Agreed. I've heard of this before but for my life I can't remember where. It doesn't seem like a big step for birds to realize that dropping their prey from mid air will make it a little more of a cooperative meal.


----------



## xhexdx (May 6, 2009)

Re: Being stung by a dead scorpion:

I can see someone accidentally stepping on a dead one or putting enough force against the stinger to break skin.  And there *might* be residual venom left on the stinger, leading to a reaction.  But as pandinus said, a true sting where venom is actually injected would require a scorpion to be alive or at least having muscle spasms shortly after death.

--Joe


----------



## alexi (May 6, 2009)

xhexdx said:


> Re: Being stung by a dead scorpion:
> 
> I can see someone accidentally stepping on a dead one or putting enough force against the stinger to break skin.  And there *might* be residual venom left on the stinger, leading to a reaction.  But as pandinus said, a true sting where venom is actually injected would require a scorpion to be alive or at least having muscle spasms shortly after death.
> 
> --Joe


what if you squished the telson as you stepped on it?  Does that still not force out venom?


----------



## pandinus (May 6, 2009)

alexi said:


> what if you squished the telson as you stepped on it?  Does that still not force out venom?

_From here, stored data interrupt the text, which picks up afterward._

def test_outage_no_fresh_fix_valid_false_estimate_propagated():
    out = (1000.0, 4000.0)
    cfg = nav_cfg(**FULL, outages_abs=[out], outages_rel=[out])
    m = NavigationModel(cfg, 9, "c", ["d"])
    times = [980.0, 990.0, 1000.0, 1500.0, 2500.0, 3990.0, 4000.0]
    res = {t: m.estimate(t, truth_at(t)) for t in times}
    nav_f, rec_f = res[990.0]
    assert nav_f.valid and rec_f["abs"]["c"]["t_fix_s"] == 990.0
    xc_f = np.concatenate((nav_f.chief.r_eci_m, nav_f.chief.v_eci_mps))
    tr_f = truth_at(990.0)
    rc_f, vc_f, mc_f = circ(990.0)
    # the deputy's estimated state at the fix, rebuilt in ECI from the relative estimate
    rel_f = nav_f.deputies["d"]
    xd_f = np.concatenate((rc_f + mc_f.T @ rel_f.dr_rtn_m, vc_f + mc_f.T @ rel_f.dv_rtn_mps))
    for t in (1000.0, 1500.0, 2500.0, 3990.0):
        nav, rec = res[t]
        assert not nav.valid and rec["abs_outage"] and rec["rel_outage"]
        assert rec["abs"]["c"]["t_fix_s"] == 990.0 and rec["rel"]["d"]["t_fix_s"] == 990.0
        # chief estimate = last fix propagated (two-body, numerical integration as the reference;
        # the truth here is Keplerian, so the only difference is second order in the error)
        dt = t - 990.0
        xc = _twobody_ivp(xc_f, dt)
        xc_true = _twobody_ivp(np.concatenate(tr_f["c"][:2]), dt)
        e_ref = xc - xc_true
        e_mod = np.concatenate((nav.chief.r_eci_m - truth_at(t)["c"][0],
                                nav.chief.v_eci_mps - truth_at(t)["c"][1]))
        assert np.allclose(e_mod[:3], e_ref[:3], atol=2e-3), (t, e_mod, e_ref)
        assert np.allclose(e_mod[3:], e_ref[3:], atol=2e-6)
        # relative estimate = deputy's last relative fix propagated, expressed in chief RTN at t
        xd = _twobody_ivp(xd_f, dt)
        xd_true = _twobody_ivp(np.concatenate(tr_f["d"][:2]), dt)
        _, _, mc = circ(t)
        rel = nav.deputies["d"]
        rd, vd, _ = circ(t, **DEPUTY)
        rc, vc, _ = circ(t)
        assert np.allclose(rel.dr_rtn_m - mc @ (rd - rc), mc @ (xd - xd_true)[:3], atol=2e-5)
        assert np.allclose(rel.dv_rtn_mps - mc @ (vd - vc), mc @ (xd - xd_true)[3:], atol=2e-8)
    # the error grows during the outage (velocity error -> along-track drift) and so does the stated sigma
    e_start = np.linalg.norm(rec_f["abs"]["c"]["dr_rtn_m"])
    e_end = np.linalg.norm(res[3990.0][1]["abs"]["c"]["dr_rtn_m"])
    assert e_end > e_start + 5.0
    s0 = rec_f["abs"]["c"]["sigma_r_rtn_m"]
    s1 = res[3990.0][1]["abs"]["c"]["sigma_r_rtn_m"]
    assert s1[1] > 10 * s0[1]
    # first fix after the outage: valid again, fresh, and the same draws as a run without outage
    nav_a, rec_a = res[4000.0]
    assert nav_a.valid and rec_a["abs"]["c"]["t_fix_s"] == 4000.0
    ref = NavigationModel(nav_cfg(**FULL), 9, "c", ["d"]).estimate(4000.0, truth_at(4000.0))[1]
    assert np.array_equal(rec_a["abs"]["c"]["dr_rtn_m"], ref["abs"]["c"]["dr_rtn_m"])
    assert np.array_equal(rec_a["rel"]["d"]["ddv_rtn_mps"], ref["rel"]["d"]["ddv_rtn_mps"])


def test_between_updates_estimate_is_last_fix_propagated():
    m = NavigationModel(nav_cfg(**FULL, update_s=30.0), 4, "c", ["d"])
    nav0, rec0 = m.estimate(60.0, truth_at(60.0))
    nav1, rec1 = m.estimate(75.0, truth_at(75.0))
    assert nav1.valid and rec1["abs"]["c"]["t_fix_s"] == 60.0
    x = _twobody_ivp(np.concatenate((nav0.chief.r_eci_m, nav0.chief.v_eci_mps)), 15.0)
    assert np.allclose(nav1.chief.r_eci_m, x[:3], atol=1e-3)
    assert np.allclose(nav1.chief.v_eci_mps, x[3:], atol=1e-6)
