"""The regression gate on single run logs: the requirements file (bad files exit 2 naming the
key and the allowed values), ``covey check`` (exit 0 all pass, 1 any fail), the JUnit XML (parsed
back with xml.etree), the output formats and the pytest helper.

Run logs are flown with the fake (Keplerian, no JVM) truth of tests/conftest.py: it keeps every
spacecraft on its initial mean ROE, so a deputy whose target is its initial ROE ends with a
zero final error, and one whose target is 100 m further along-track with a 100 m error (common
practice, no source: the expected values follow from the fake's construction).
"""

from __future__ import annotations

import csv
import io
import json
import shutil
import xml.etree.ElementTree as ET

import h5py
import numpy as np
import pytest

from sim.api import assert_requirements
from sim.cli.main import main
from sim.errors import ScenarioError
from sim.gate.check import check
from sim.gate.requirements import load_requirements, parse_requirements
from sim.loop.run import run_scenario
from sim.scenario.reader import load_scenario

BETA0 = [0.0, 2000.0, 0.0, 100.0, 0.0, 100.0]
GAMMA0 = [0.0, -1500.0, 0.0, -100.0, 0.0, -100.0]
FAST = {"run.duration_s": 10800.0, "guidance.law": "hybrid_single",
        "deputies[0].deadline_s": 10800.0, "deputies[1].deadline_s": 10800.0,
        "deputies[1].target_roe_m": GAMMA0}

REQS = """
[gate]
name = "unit"

[[requirement]]
id = "U-ACC-01"
text = "Final along-track error within 50 m"
metric = "err_dlambda_m"
abs = true
max = 50.0
percentile = 99

[[requirement]]
id = "U-SAF-01"
text = "Radial/normal separation at least 50 m in every run"
metric = "min_rn_separation_m"
min = 50.0

[[requirement]]
id = "U-PROP-01"
text = "Delta-v at most 2 m/s per deputy"
metric = "dv_total_mps"
max = 2.0

[[requirement]]
id = "U-RUN-01"
text = "No run failed"
metric = "runs_failed"
max = 0

[[requirement]]
id = "U-REG-01"
text = "Delta-v no worse than the baseline by more than 10 %"
metric = "dv_total_mps"
kind = "regression"
tolerance_rel = 0.1
"""


@pytest.fixture(scope="module")
def runs(tmp_path_factory):
    """A run meeting every requirement and one built to miss the along-track accuracy only
    (flown once per module with the fake truth; tests must not modify these files)."""
    import sim.loop.run
    from conftest import REPO, FakeTruthWorld, fake_truth_api

    tmp = tmp_path_factory.mktemp("gate_runs")
    out = {}
    with pytest.MonkeyPatch.context() as mp:
        api = fake_truth_api(type("World", (FakeTruthWorld,), {}))
        mp.setattr(sim.loop.run, "truth_backend", lambda: api)
        for name, dl in (("good", 0.0), ("bad", 100.0)):
            target = list(BETA0)
            target[1] += dl
            cfg = load_scenario(REPO / "scenarios/demo_formation.toml",
                                {**FAST, "deputies[0].target_roe_m": target})
            s = run_scenario(cfg, tmp / f"{name}.h5")
            assert s.status == "ok"
            out[name] = s
    (tmp / "reqs.toml").write_text(REQS)
    out["reqs"] = tmp / "reqs.toml"
    return out


def test_check_exit_codes_and_junit(runs, tmp_path, capsys):
    good, bad, reqs = str(runs["good"].path), str(runs["bad"].path), str(runs["reqs"])
    assert main(["check", good, "--requirements", reqs, "--junit", str(tmp_path / "g.xml")]) == 0
    out = capsys.readouterr().out
    assert out.startswith("PASS:") and "U-REG-01" in out and "n/a" in out  # no baseline
    assert main(["check", bad, "-r", reqs, "--junit", str(tmp_path / "b.xml")]) == 1
    out = capsys.readouterr().out
    assert out.startswith("FAIL:") and "1 fail" in out, out
    # JUnit: one testsuite, one testcase per requirement, a failure on the violated one only
    for name, failed, skipped in (("g.xml", set(), {"U-REG-01"}), ("b.xml", {"U-ACC-01"}, {"U-REG-01"})):
        root = ET.parse(tmp_path / name).getroot()
        assert root.tag == "testsuite" and root.get("tests") == "5"
        cases = root.findall("testcase")
        assert [c.get("name") for c in cases] == ["U-ACC-01", "U-SAF-01", "U-PROP-01",
                                                 "U-RUN-01", "U-REG-01"]
        assert {c.get("name") for c in cases if c.find("failure") is not None} == failed
        assert {c.get("name") for c in cases if c.find("skipped") is not None} == skipped
        assert root.get("failures") == str(len(failed)) and root.get("skipped") == str(len(skipped))
    fail = ET.parse(tmp_path / "b.xml").getroot().find("testcase/failure")
    assert "100 m" in fail.get("message") and "<= 50 m" in fail.get("message")


def test_matrix_values(runs):
    v = check(runs["bad"].path, runs["reqs"])
    rows = {r.id: r for r in v.rows}
    acc = rows["U-ACC-01"]
    m = runs["bad"].metrics[0]
    assert acc.verdict == "fail" and acc.deputy == "beta"
    assert acc.measured == pytest.approx(abs(m.final_error_m[1])) and acc.measured == pytest.approx(100.0, abs=1e-3)
    assert acc.margin == pytest.approx(50.0 - acc.measured)
    saf = rows["U-SAF-01"]
    want = min(x.min_rn_separation_m for x in runs["bad"].metrics)
    assert saf.verdict == "pass" and saf.measured == want and saf.margin == pytest.approx(want - 50.0)
    assert rows["U-RUN-01"].measured == 0 and rows["U-RUN-01"].verdict == "pass"
    assert rows["U-REG-01"].verdict == "n/a" and "--baseline" in rows["U-REG-01"].detail
    assert v.exit_code == 1 and not v.passed


def test_regression_against_a_baseline(runs, tmp_path):
    """A candidate built worse than its baseline: the log's executed impulses doubled (a doctored
    copy), so the re-judged delta-v doubles and the 10 % regression requirement fails."""
    good = runs["good"].path
    worse = tmp_path / "worse.h5"
    shutil.copy(good, worse)
    with h5py.File(worse, "r+") as f:
        f["commands/impulses/dv_exec_rtn_mps"][...] *= 2.0
    same = check(good, runs["reqs"], good)
    assert {r.id: r.verdict for r in same.rows}["U-REG-01"] == "pass"
    v = check(worse, runs["reqs"], good)
    reg = {r.id: r for r in v.rows}["U-REG-01"]
    dv = {m.name: m.dv_total_mps for m in runs["good"].metrics}
    assert reg.verdict == "fail"
    assert reg.measured == pytest.approx(dv[reg.deputy])  # worse by the baseline's delta-v
    assert reg.limit == pytest.approx(0.1 * dv[reg.deputy])


def test_output_formats(runs, capsys):
    args = ["check", str(runs["bad"].path), "-r", str(runs["reqs"])]
    assert main(args + ["--format", "csv"]) == 1
    rows = list(csv.DictReader(io.StringIO(capsys.readouterr().out)))
    assert [r["id"] for r in rows] == ["U-ACC-01", "U-SAF-01", "U-PROP-01", "U-RUN-01", "U-REG-01"]
    assert rows[0]["verdict"] == "fail" and float(rows[0]["measured"]) == pytest.approx(100.0, abs=1e-3)
    assert main(args + ["--format", "json"]) == 1
    doc = json.loads(capsys.readouterr().out)
    assert doc["passed"] is False and doc["counts"] == {"pass": 3, "fail": 1, "n/a": 1}
    assert main(args + ["--format", "markdown"]) == 1
    md = capsys.readouterr().out
    assert "| id | requirement | measured | limit | margin | verdict |" in md and "**FAIL**" in md
    assert "not flight certification" in md


def test_assert_requirements(runs):
    v = assert_requirements(runs["good"], runs["reqs"])  # a RunSummary or a path
    assert v.passed and len(v.rows) == 5
    with pytest.raises(AssertionError) as e:
        assert_requirements(str(runs["bad"].path), runs["reqs"])
    assert "U-ACC-01" in str(e.value) and "FAIL" in str(e.value)


def test_deputy_filter_and_unknown_deputy(runs, tmp_path):
    p = tmp_path / "r.toml"
    p.write_text('[[requirement]]\nid = "A"\ntext = "t"\nmetric = "err_dlambda_m"\nabs = true\n'
                 'max = 50.0\ndeputies = ["gamma"]\n')
    v = check(runs["bad"].path, p)
    assert v.passed and v.rows[0].deputy == "gamma"  # beta's 100 m not asked for
    p.write_text('[[requirement]]\nid = "A"\ntext = "t"\nmetric = "dv_total_mps"\nmax = 1.0\n'
                 'deputies = ["delta"]\n')
    with pytest.raises(ScenarioError) as e:
        check(runs["bad"].path, p)
    assert e.value.key == "requirement[0].deputies" and "beta, gamma" in e.value.allowed


def test_the_example_requirements_file_reads(repo_root):
    rs = load_requirements(repo_root / "scenarios/demo_formation_requirements.toml")
    assert rs.gate.name == "demo_formation" and len(rs.requirements) >= 8
    assert {r.kind for r in rs.requirements} == {"limit", "regression"}


# ------------------------------------------------------------------------------------------
# Bad requirements files: exit 2, one line naming the key and what is allowed
# ------------------------------------------------------------------------------------------

BASE = '[[requirement]]\nid = "R1"\ntext = "t"\n'


@pytest.mark.parametrize("body, key, allowed", [
    (BASE + 'metric = "dv_totl_mps"\nmax = 1.0\n', "requirement[0].metric",
     ["did you mean 'dv_total_mps'", "min_rn_separation_m", "success_rate"]),
    (BASE + 'metric = "dv_total_mps"\nmax = 1.0\npercentile = 150\n', "requirement[0].percentile",
     ["a number in [0, 100]"]),
    (BASE + 'metric = "dv_total_mps"\nmax = 1.0\npercentile = "high"\n', "requirement[0].percentile",
     ["a number in [0, 100]"]),
    (BASE + 'metric = "dv_total_mps"\n', "requirement[0].max", ["a limit is required", "m/s"]),
    (BASE + 'metric = "dv_total_mps"\nmax = 1.0\nmin = 0.0\n', "requirement[0].min",
     ["give one limit"]),
    (BASE + 'metric = "dv_total_mps"\nmax = 1.0\npercentil = 95\n', "requirement[0].percentil",
     ["unknown key", "did you mean 'percentile'"]),
    (BASE + 'metric = "dv_total_mps"\nmax = 1.0\nstatistic = "p95"\n', "requirement[0].statistic",
     ["'worst', 'mean', 'median', 'percentile'"]),
    (BASE + 'metric = "success_rate"\nmin = 1.5\n', "requirement[0].min", ["[0, 1]"]),
    (BASE + 'metric = "success_rate"\nmin = 0.9\nsuccess_requires = ["X"]\n',
     "requirement[0].success_requires", ["per-deputy limit requirements"]),
    (BASE + 'metric = "err_dlambda_m"\nkind = "regression"\n', "requirement[0].better",
     ["\"lower\" or \"higher\"", "abs = true"]),
    (BASE + 'metric = "runs_failed"\nmax = 0\npercentile = 90\n', "requirement[0].percentile",
     ["only for per-deputy metrics"]),
    ('[[requirement]]\ntext = "t"\nmetric = "dv_total_mps"\nmax = 1.0\n', "requirement[0].id",
     ["required"]),
    (BASE + 'metric = "dv_total_mps"\nmax = 1.0\n' + BASE + 'metric = "n_burns"\nmax = 3\n',
     "requirement[1].id", ["unique"]),
    ('[gate]\nsignificance = 2.0\n' + BASE + 'metric = "n_burns"\nmax = 3\n', "gate.significance",
     ["(0, 1)"]),
    ('[gate]\npercentile_method = "linar"\n' + BASE + 'metric = "n_burns"\nmax = 3\n',
     "gate.percentile_method", ["did you mean 'linear'"]),
    ('[gates]\n' + BASE + 'metric = "n_burns"\nmax = 3\n', "gates", ["did you mean 'gate'"]),
    ('[gate]\nname = "x"\n', "requirement", ["at least one [[requirement]]"]),
    ('[gate]\nname = ' + "[" * 5000 + "]" * 5000 + '\n', "(file)", ["nested too deeply"]),
])
def test_bad_requirements_exit_2_naming_key_and_allowed(body, key, allowed, runs, tmp_path, capsys):
    with pytest.raises(ScenarioError) as e:
        parse_requirements(body, "r.toml")
    assert e.value.key == key
    for a in allowed:
        assert a in str(e.value), (a, str(e.value))
    p = tmp_path / "bad.toml"
    p.write_text(body)
    assert main(["check", str(runs["good"].path), "-r", str(p)]) == 2
    err = capsys.readouterr().err.strip().splitlines()
    assert len(err) == 1 and key in err[0] and str(p) in err[0]


def test_bad_inputs_exit_2(runs, tmp_path, capsys):
    good = str(runs["good"].path)
    assert main(["check", good, "-r", str(tmp_path / "none.toml")]) == 2
    assert "not found" in capsys.readouterr().err
    (tmp_path / "x.toml").write_text("[[requirement]\n")
    assert main(["check", good, "-r", str(tmp_path / "x.toml")]) == 2
    assert "not valid TOML" in capsys.readouterr().err
    assert main(["check", str(tmp_path / "missing.h5"), "-r", str(runs["reqs"])]) == 2
    assert "no such file" in capsys.readouterr().err
    assert main(["check", str(tmp_path), "-r", str(runs["reqs"])]) == 2  # folder without summary
    assert "no campaign summary" in capsys.readouterr().err
    assert main(["check", good]) == 2  # --requirements is required


def test_unmeasured_counts_as_worst(runs, tmp_path):
    """time_to_tolerance_s is NaN when the error never settles in the box: an upper limit on it
    fails (common practice, no source: an unmeasured value is not a pass)."""
    p = tmp_path / "t.toml"
    p.write_text('[[requirement]]\nid = "T"\ntext = "in the box within 1 h"\n'
                 'metric = "time_to_tolerance_s"\nmax = 3600.0\n')
    m = runs["bad"].metrics
    assert any(np.isnan(x.time_to_tolerance_s) for x in m)
    row = check(runs["bad"].path, p).rows[0]
    assert row.verdict == "fail" and row.measured_text.endswith("unmeasured")


def test_check_in_a_fresh_process_exit_code_and_no_jvm(runs, repo_root):
    """Real process exit codes (0 pass, 1 fail); judging and checking never load JPype/Orekit
    (the issue: no propagation, no Java)."""
    import subprocess
    import sys

    code = ("import sys; from sim.cli.main import main; rc = main(sys.argv[1:]); "
            "print('jpype' in sys.modules, 'orekit_jpype' in sys.modules); sys.exit(rc)")
    for cand, rc in ((runs["good"].path, 0), (runs["bad"].path, 1)):
        out = subprocess.run([sys.executable, "-c", code, "check", str(cand), "-r",
                              str(runs["reqs"]), "-b", str(runs["good"].path)], cwd=repo_root,
                             capture_output=True, text=True, timeout=120)
        assert out.returncode == rc, out.stderr
        assert out.stdout.strip().endswith("False False") and "Traceback" not in out.stderr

i think thats a pretty unlikely what if. the telson is very small, and hard, which would make it difficult to crush using sucha a comparatively large surface area to distribute pressure. the pressure would have to all be concentrated on a very small area to crush the telson, and even then the chnaces of it forcing venom through the stinger as opposed to just seeping out of the squished reservoir is still slim to none



John


----------



## Kathy (May 6, 2009)

Until now I have never understood the different between poison and venom.  I always used those terms interchangeably never realizing how different they are.  Thank you for taking the time to answer my questions, it really is pretty fascinating.   On another note, I was at a wedding two weeks ago (the groom is an snake/spider/scorpion person) and he had suckers for the kids to eat with scorpions in them.  They were REAL.  He said they really were edible.  I could not imagine how that could be possible, but now I understand how it is possible to eat scorpions....not that I plan on doing that at any time.......


----------



## Galapoheros (May 6, 2009)

Birds seem to know what they are doing, I wouldn't worry about that at all.  Nature is best left alone, imo it doesn't need our help other than the damage we cause and it doesn't care anyway.  As far as we know, the venom may not hurt them much, it'd be interesting to look into.  I wouldn't be surprised if nobody has looked into that.  Birds are fast and clever in nature.


----------



## pandinus (May 7, 2009)

kathy_in_arizon said:


> Until now I have never understood the different between poison and venom.  I always used those terms interchangeably never realizing how different they are.  Thank you for taking the time to answer my questions, it really is pretty fascinating.   On another note, I was at a wedding two weeks ago (the groom is an snake/spider/scorpion person) and he had suckers for the kids to eat with scorpions in them.  They were REAL.  He said they really were edible.  I could not imagine how that could be possible, but now I understand how it is possible to eat scorpions....not that I plan on doing that at any time.......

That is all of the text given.